++++ Extracted material
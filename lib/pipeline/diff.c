/* Comparing two builds: per layer and per net, what was added, removed,
 * moved (and by how much) or reshaped, through GEOS differences. */
#include "build.h"
#include "staged-file.h"
#include "geos.h"
#include "proof.h"
#include "units.h"

#include <cairo-pdf.h>
#include <cairo.h>
#include <math.h>
#include <stdio.h>
#include <stdlib.h>
#include <string.h>

/* Differences smaller than this are rounding noise of GEOS, not changes:
 * 1e-9 mm^2 is one square micrometre's thousandth. */
#define SAME_AREA_MM2 1e-9

/* All shapes of one layer that belong to one net (or one role for shapes
 * without a net), merged. */
struct group {
	enum gp_layer layer;
	char name[32];
	struct gp_geos_shape *shape;
};

struct group_list {
	struct group *items;
	size_t count;
};

struct gp_diff {
	struct gp_geos *geos;
	struct gp_buffer text;
	size_t changes;
	struct gp_box frame;
	/* what changed, for the picture: old-only and new-only areas */
	struct gp_polyset removed, added;
};

static void group_name(const struct gp_artwork *art,
		       const struct gp_shape *s, char *name, size_t size)
{
	if (s->net >= 0)
		snprintf(name, size, "%s", art->nets[s->net].name);
	else
		snprintf(name, size, "(%s)", gp_role_name(s->role));
}

static struct group *find_group(struct group_list *list, enum gp_layer layer,
				const char *name)
{
	for (size_t i = 0; i < list->count; i++)
		if (list->items[i].layer == layer &&
		    strcmp(list->items[i].name, name) == 0)
			return &list->items[i];
	return NULL;
}

/* Shapes drawn as lines count as their bounding outline: a change of the
 * path still shows as a change of that outline's region. */
static struct gp_geos_shape *shape_of(struct gp_geos *geos,
				      const struct gp_shape *s)
{
	if (s->line_width <= 0)
		return gp_geos_shape_from_polygon(geos, &s->poly);
	struct gp_box b = gp_polygon_bounds(&s->poly);
	int64_t h = s->line_width / 2;
	return gp_geos_shape_from_box(
		geos, gp_box_grow(b, h));
}

static bool add_to_group(struct gp_geos *geos, struct group_list *list,
			 const struct gp_artwork *art, const struct gp_shape *s)
{
	char name[32];
	group_name(art, s, name, sizeof(name));
	struct gp_geos_shape *piece = shape_of(geos, s);
	if (!piece)
		return false;
	struct group *g = find_group(list, s->layer, name);
	if (!g) {
		struct group *items = realloc(list->items, (list->count + 1) *
								   sizeof(*items));
		if (!items) {
			gp_geos_shape_destroy(geos, piece);
			return false;
		}
		list->items = items;
		g = &items[list->count++];
		g->layer = s->layer;
		snprintf(g->name, sizeof(g->name), "%s", name);
		g->shape = piece;
		return true;
	}
	struct gp_geos_shape *both[2] = { g->shape, piece };
	struct gp_geos_shape *merged = gp_geos_shape_union(geos, both, 2);
	gp_geos_shape_destroy(geos, piece);
	if (!merged)
		return false;
	gp_geos_shape_destroy(geos, g->shape);
	g->shape = merged;
	return true;
}

static bool collect(struct gp_geos *geos, const struct gp_artwork *art,
		    struct group_list *list)
{
	for (size_t i = 0; i < art->shape_count; i++)
		if (!add_to_group(geos, list, art, &art->shapes[i]))
			return false;
	return true;
}

static void free_groups(struct gp_geos *geos, struct group_list *list)
{
	for (size_t i = 0; i < list->count; i++)
		gp_geos_shape_destroy(geos, list->items[i].shape);
	free(list->items);
}

static double difference_area(struct gp_diff *diff,
			      const struct gp_geos_shape *a,
			      const struct gp_geos_shape *b,
			      struct gp_polyset *keep)
{
	struct gp_geos_shape *d = gp_geos_shape_difference(diff->geos, a, b);
	if (!d)
		return -1;
	double area = gp_geos_shape_area_mm2(diff->geos, d);
	if (keep && area > SAME_AREA_MM2)
		gp_geos_shape_to_polyset(diff->geos, d, keep);
	gp_geos_shape_destroy(diff->geos, d);
	return area;
}

/* Is b exactly a moved by the shift of their lower-left corners? */
static bool is_move(struct gp_diff *diff, const struct gp_geos_shape *a,
		    const struct gp_geos_shape *b, int64_t *dx, int64_t *dy)
{
	struct gp_box ba = gp_geos_shape_bounds(a), bb = gp_geos_shape_bounds(b);
	*dx = bb.x0 - ba.x0;
	*dy = bb.y0 - ba.y0;
	struct gp_geos_shape *moved = gp_geos_shape_translate(diff->geos, a,
							      *dx, *dy);
	if (!moved)
		return false;
	double lost = difference_area(diff, moved, b, NULL);
	double gained = difference_area(diff, b, moved, NULL);
	gp_geos_shape_destroy(diff->geos, moved);
	return lost >= 0 && gained >= 0 && lost + gained < SAME_AREA_MM2;
}

static void report_change(struct gp_diff *diff, const struct group *old,
			  const struct group *new)
{
	double removed = difference_area(diff, old->shape, new->shape,
					 &diff->removed);
	double added = difference_area(diff, new->shape, old->shape,
				       &diff->added);
	if (removed + added < SAME_AREA_MM2)
		return;
	diff->changes++;
	int64_t dx, dy;
	const char *layer = gp_layer_name(old->layer);
	if (is_move(diff, old->shape, new->shape, &dx, &dy)) {
		char x[32], y[32];
		gp_format_mm_short(x, sizeof(x), dx);
		gp_format_mm_short(y, sizeof(y), dy);
		gp_buffer_printf(&diff->text, "%s %s: moved by %s, %s mm\n",
				 layer, old->name, x, y);
		return;
	}
	double a0 = gp_geos_shape_area_mm2(diff->geos, old->shape);
	double a1 = gp_geos_shape_area_mm2(diff->geos, new->shape);
	gp_buffer_printf(&diff->text,
			 "%s %s: reshaped, area %.6f -> %.6f mm2 (%+.6f)\n",
			 layer, old->name, a0, a1, a1 - a0);
}

static void report_one_side(struct gp_diff *diff, const struct group *g,
			    const char *what, struct gp_polyset *keep)
{
	diff->changes++;
	gp_buffer_printf(&diff->text, "%s %s: %s, area %.6f mm2\n",
			 gp_layer_name(g->layer), g->name, what,
			 gp_geos_shape_area_mm2(diff->geos, g->shape));
	gp_geos_shape_to_polyset(diff->geos, g->shape, keep);
}

static void compare(struct gp_diff *diff, struct group_list *old,
		    struct group_list *new)
{
	for (int layer = 0; layer < GP_LAYER_COUNT; layer++) {
		for (size_t i = 0; i < old->count; i++) {
			struct group *g = &old->items[i];
			if (g->layer != (enum gp_layer)layer)
				continue;
			struct group *n = find_group(new, g->layer, g->name);
			if (n)
				report_change(diff, g, n);
			else
				report_one_side(diff, g, "removed",
						&diff->removed);
		}
		for (size_t i = 0; i < new->count; i++) {
			struct group *g = &new->items[i];
			if (g->layer == (enum gp_layer)layer &&
			    !find_group(old, g->layer, g->name))
				report_one_side(diff, g, "added", &diff->added);
		}
	}
}

GP_EXPORT struct gp_diff *gp_diff_create(const struct gp_build *old,
					 const struct gp_build *new,
					 struct gp_diag *diag)
{
	struct gp_diff *diff = calloc(1, sizeof(*diff));
	if (!diff || !(diff->geos = gp_geos_create(diag))) {
		free(diff);
		gp_diag_oom(diag, NULL);
		return NULL;
	}
	gp_buffer_init(&diff->text);
	gp_polyset_init(&diff->removed);
	gp_polyset_init(&diff->added);
	diff->frame = gp_box_union(
		gp_box_union(old->design->front.box, old->design->back.box),
		gp_box_union(new->design->front.box, new->design->back.box));
	struct group_list a = { 0 }, b = { 0 };
	bool ok = collect(diff->geos, &old->art, &a) &&
		  collect(diff->geos, &new->art, &b);
	if (ok)
		compare(diff, &a, &b);
	free_groups(diff->geos, &a);
	free_groups(diff->geos, &b);
	if (!ok || diff->text.failed) {
		gp_diag_error(diag, NULL, "cannot compare the two builds");
		gp_diff_destroy(diff);
		return NULL;
	}
	if (diff->changes == 0)
		gp_buffer_puts(&diff->text, "no differences\n");
	else
		gp_buffer_printf(&diff->text, "%zu difference%s\n",
				 diff->changes, diff->changes == 1 ? "" : "s");
	return diff;
}

GP_EXPORT void gp_diff_destroy(struct gp_diff *diff)
{
	if (!diff)
		return;
	gp_buffer_finish(&diff->text);
	gp_polyset_finish(&diff->removed);
	gp_polyset_finish(&diff->added);
	gp_geos_destroy(diff->geos);
	free(diff);
}

GP_EXPORT bool gp_diff_identical(const struct gp_diff *diff)
{
	return diff->changes == 0;
}

GP_EXPORT const char *gp_diff_text(const struct gp_diff *diff)
{
	return diff->text.data ? diff->text.data : "";
}

/* --- the picture ------------------------------------------------------ */

static void trace_set(cairo_t *cr, const struct gp_polyset *set)
{
	for (size_t i = 0; i < set->count; i++) {
		const struct gp_polygon *p = &set->items[i];
		for (size_t r = 0; r <= p->hole_count; r++) {
			const struct gp_ring *ring = r ? &p->holes[r - 1]
						       : &p->outer;
			for (size_t k = 0; k < ring->count; k++)
				(k ? cairo_line_to : cairo_move_to)(
					cr, gp_mm(ring->points[k].x),
					-gp_mm(ring->points[k].y));
			cairo_close_path(cr);
		}
	}
}

static cairo_status_t append(void *closure, const unsigned char *data,
			     unsigned int length)
{
	return gp_buffer_append(closure, data, length)
		       ? CAIRO_STATUS_SUCCESS
		       : CAIRO_STATUS_WRITE_ERROR;
}

/* A4 landscape, in points; the glass scaled to fit with a 15 mm margin. */
static void draw_changes(const struct gp_diff *diff, cairo_t *cr)
{
	const double width = 842, height = 595, mm = 72 / 25.4;
	double gw = gp_mm(gp_box_width(diff->frame));
	double gh = gp_mm(gp_box_height(diff->frame));
	double scale = fmin((width - 30 * mm) / gw, (height - 40 * mm) / gh);
	cairo_set_source_rgb(cr, 0, 0, 0);
	cairo_font_face_t *face = gp_proof_text_face();
	if (face) { /* without fonts the drawing has no title */
		cairo_set_font_face(cr, face);
		cairo_set_font_size(cr, 10);
		cairo_move_to(cr, 15 * mm, 12 * mm);
		char title[160];
		snprintf(title, sizeof(title),
			 "Changes: %zu (red: only in the old build, blue: "
			 "only in the new one). Scale %.3g:1",
			 diff->changes, scale / mm);
		cairo_show_text(cr, title);
	}
	cairo_translate(cr, 15 * mm, 20 * mm);
	cairo_scale(cr, scale, scale);
	cairo_translate(cr, -gp_mm(diff->frame.x0), gp_mm(diff->frame.y1));
	cairo_set_fill_rule(cr, CAIRO_FILL_RULE_EVEN_ODD);
	cairo_set_line_width(cr, 0.5 / scale);
	cairo_rectangle(cr, gp_mm(diff->frame.x0), -gp_mm(diff->frame.y1),
			gw, gh);
	cairo_stroke(cr);
	cairo_set_source_rgba(cr, 0.85, 0.1, 0.1, 0.8);
	trace_set(cr, &diff->removed);
	cairo_fill(cr);
	cairo_set_source_rgba(cr, 0.1, 0.25, 0.9, 0.8);
	trace_set(cr, &diff->added);
	cairo_fill(cr);
}

GP_EXPORT bool gp_diff_write_pdf(const struct gp_diff *diff,
				 const char *path, struct gp_diag *diag)
{
	struct gp_buffer pdf;
	gp_buffer_init(&pdf);
	cairo_surface_t *surface = cairo_pdf_surface_create_for_stream(
		append, &pdf, 842, 595);
	cairo_pdf_surface_set_metadata(surface, CAIRO_PDF_METADATA_CREATOR,
				       "glassplot");
	cairo_t *cr = cairo_create(surface);
	draw_changes(diff, cr);
	cairo_destroy(cr);
	cairo_surface_finish(surface);
	bool ok = cairo_surface_status(surface) == CAIRO_STATUS_SUCCESS &&
		  !pdf.failed;
	cairo_surface_destroy(surface);
	/* written whole under a temporary name, then renamed over path */
	struct gp_staged_file file = { NULL, NULL };
	if (!ok)
		gp_diag_error(diag, NULL, "%s: cannot draw the picture of the "
			      "changes", path);
	ok = ok && gp_staged_file_write(&file, path, pdf.data, pdf.size, diag) &&
	     gp_staged_file_commit(&file, diag);
	gp_staged_file_discard(&file);
	gp_buffer_finish(&pdf);
	return ok;
}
++++++++
§ **Brief**: In the records above, how many lines include "surface"? Answer with the number alone.

§ **Expected answer**: 6